**Provided data:**
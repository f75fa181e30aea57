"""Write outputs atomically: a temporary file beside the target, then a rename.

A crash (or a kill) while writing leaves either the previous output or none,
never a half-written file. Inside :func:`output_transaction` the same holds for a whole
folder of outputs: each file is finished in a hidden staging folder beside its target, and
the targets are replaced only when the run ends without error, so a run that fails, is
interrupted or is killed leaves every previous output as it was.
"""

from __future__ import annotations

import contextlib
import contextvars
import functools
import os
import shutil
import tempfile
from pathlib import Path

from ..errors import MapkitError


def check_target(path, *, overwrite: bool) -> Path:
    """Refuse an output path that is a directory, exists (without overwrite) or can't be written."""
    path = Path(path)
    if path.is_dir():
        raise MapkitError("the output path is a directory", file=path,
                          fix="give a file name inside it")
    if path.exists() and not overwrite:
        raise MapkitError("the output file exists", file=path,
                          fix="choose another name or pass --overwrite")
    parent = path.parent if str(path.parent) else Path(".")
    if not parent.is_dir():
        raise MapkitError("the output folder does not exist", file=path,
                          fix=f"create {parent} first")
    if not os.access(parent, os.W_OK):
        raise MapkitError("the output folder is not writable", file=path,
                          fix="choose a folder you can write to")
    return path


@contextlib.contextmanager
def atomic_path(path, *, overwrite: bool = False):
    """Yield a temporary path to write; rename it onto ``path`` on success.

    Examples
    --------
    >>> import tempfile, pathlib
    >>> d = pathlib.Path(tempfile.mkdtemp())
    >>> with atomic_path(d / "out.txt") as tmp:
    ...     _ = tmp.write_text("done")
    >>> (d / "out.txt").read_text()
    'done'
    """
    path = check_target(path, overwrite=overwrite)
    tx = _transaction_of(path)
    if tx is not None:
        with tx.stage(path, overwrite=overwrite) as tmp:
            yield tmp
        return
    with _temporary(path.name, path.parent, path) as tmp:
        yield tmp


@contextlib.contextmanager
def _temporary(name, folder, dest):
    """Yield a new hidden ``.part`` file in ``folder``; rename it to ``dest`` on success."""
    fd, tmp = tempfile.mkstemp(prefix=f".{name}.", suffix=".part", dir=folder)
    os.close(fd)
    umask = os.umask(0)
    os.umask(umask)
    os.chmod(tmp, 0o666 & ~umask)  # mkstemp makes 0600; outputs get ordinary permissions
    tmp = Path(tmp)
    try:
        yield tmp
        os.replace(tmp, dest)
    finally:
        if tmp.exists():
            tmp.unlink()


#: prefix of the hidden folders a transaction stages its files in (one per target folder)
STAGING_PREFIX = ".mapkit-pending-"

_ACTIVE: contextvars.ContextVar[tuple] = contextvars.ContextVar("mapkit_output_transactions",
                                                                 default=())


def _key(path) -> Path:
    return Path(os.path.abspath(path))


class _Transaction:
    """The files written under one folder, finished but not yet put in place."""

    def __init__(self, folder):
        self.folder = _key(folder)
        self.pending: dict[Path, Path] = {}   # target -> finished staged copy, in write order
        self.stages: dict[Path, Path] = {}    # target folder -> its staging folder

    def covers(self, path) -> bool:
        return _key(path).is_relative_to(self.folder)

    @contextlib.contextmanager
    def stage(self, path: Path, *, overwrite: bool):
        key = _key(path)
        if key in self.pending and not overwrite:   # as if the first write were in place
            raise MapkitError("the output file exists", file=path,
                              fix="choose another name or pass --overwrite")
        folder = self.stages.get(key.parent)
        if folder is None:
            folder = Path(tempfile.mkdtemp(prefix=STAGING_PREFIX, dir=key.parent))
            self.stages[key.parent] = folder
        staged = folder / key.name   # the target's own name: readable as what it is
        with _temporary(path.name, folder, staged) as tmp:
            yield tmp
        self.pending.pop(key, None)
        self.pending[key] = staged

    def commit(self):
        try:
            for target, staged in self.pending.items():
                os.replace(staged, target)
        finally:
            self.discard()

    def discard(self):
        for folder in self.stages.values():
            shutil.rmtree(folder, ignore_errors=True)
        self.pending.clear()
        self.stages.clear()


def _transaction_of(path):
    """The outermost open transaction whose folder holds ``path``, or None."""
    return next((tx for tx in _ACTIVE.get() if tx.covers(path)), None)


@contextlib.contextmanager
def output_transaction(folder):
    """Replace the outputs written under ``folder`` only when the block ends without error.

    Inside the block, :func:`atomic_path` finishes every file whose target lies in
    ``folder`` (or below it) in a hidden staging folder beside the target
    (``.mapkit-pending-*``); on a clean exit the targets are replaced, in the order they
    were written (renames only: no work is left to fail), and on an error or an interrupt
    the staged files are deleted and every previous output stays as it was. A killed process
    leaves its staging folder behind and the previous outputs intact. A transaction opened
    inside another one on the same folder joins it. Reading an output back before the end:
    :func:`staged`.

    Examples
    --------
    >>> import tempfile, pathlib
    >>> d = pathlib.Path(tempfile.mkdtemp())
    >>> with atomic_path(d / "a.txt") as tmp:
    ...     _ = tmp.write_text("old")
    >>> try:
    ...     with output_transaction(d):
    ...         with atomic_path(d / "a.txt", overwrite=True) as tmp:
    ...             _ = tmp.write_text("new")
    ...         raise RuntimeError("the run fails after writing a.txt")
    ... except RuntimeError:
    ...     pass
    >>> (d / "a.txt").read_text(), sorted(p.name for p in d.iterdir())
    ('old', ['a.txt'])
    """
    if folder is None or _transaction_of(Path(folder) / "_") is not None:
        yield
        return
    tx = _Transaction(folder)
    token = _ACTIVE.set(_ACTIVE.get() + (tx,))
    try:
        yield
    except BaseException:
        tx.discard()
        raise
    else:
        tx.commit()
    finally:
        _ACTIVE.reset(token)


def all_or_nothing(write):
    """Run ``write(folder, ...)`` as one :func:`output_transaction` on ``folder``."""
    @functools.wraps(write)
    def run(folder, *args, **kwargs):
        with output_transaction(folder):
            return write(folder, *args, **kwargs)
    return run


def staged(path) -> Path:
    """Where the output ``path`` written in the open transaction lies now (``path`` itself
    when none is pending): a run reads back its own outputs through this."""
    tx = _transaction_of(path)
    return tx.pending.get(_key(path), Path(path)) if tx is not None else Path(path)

**What the exercise asks:** Go through the listing above and find each line that contains "umask", then copy it.

**Response:**
    umask = os.umask(0)
    os.umask(umask)
    os.chmod(tmp, 0o666 & ~umask)  # mkstemp makes 0600; outputs get ordinary permissions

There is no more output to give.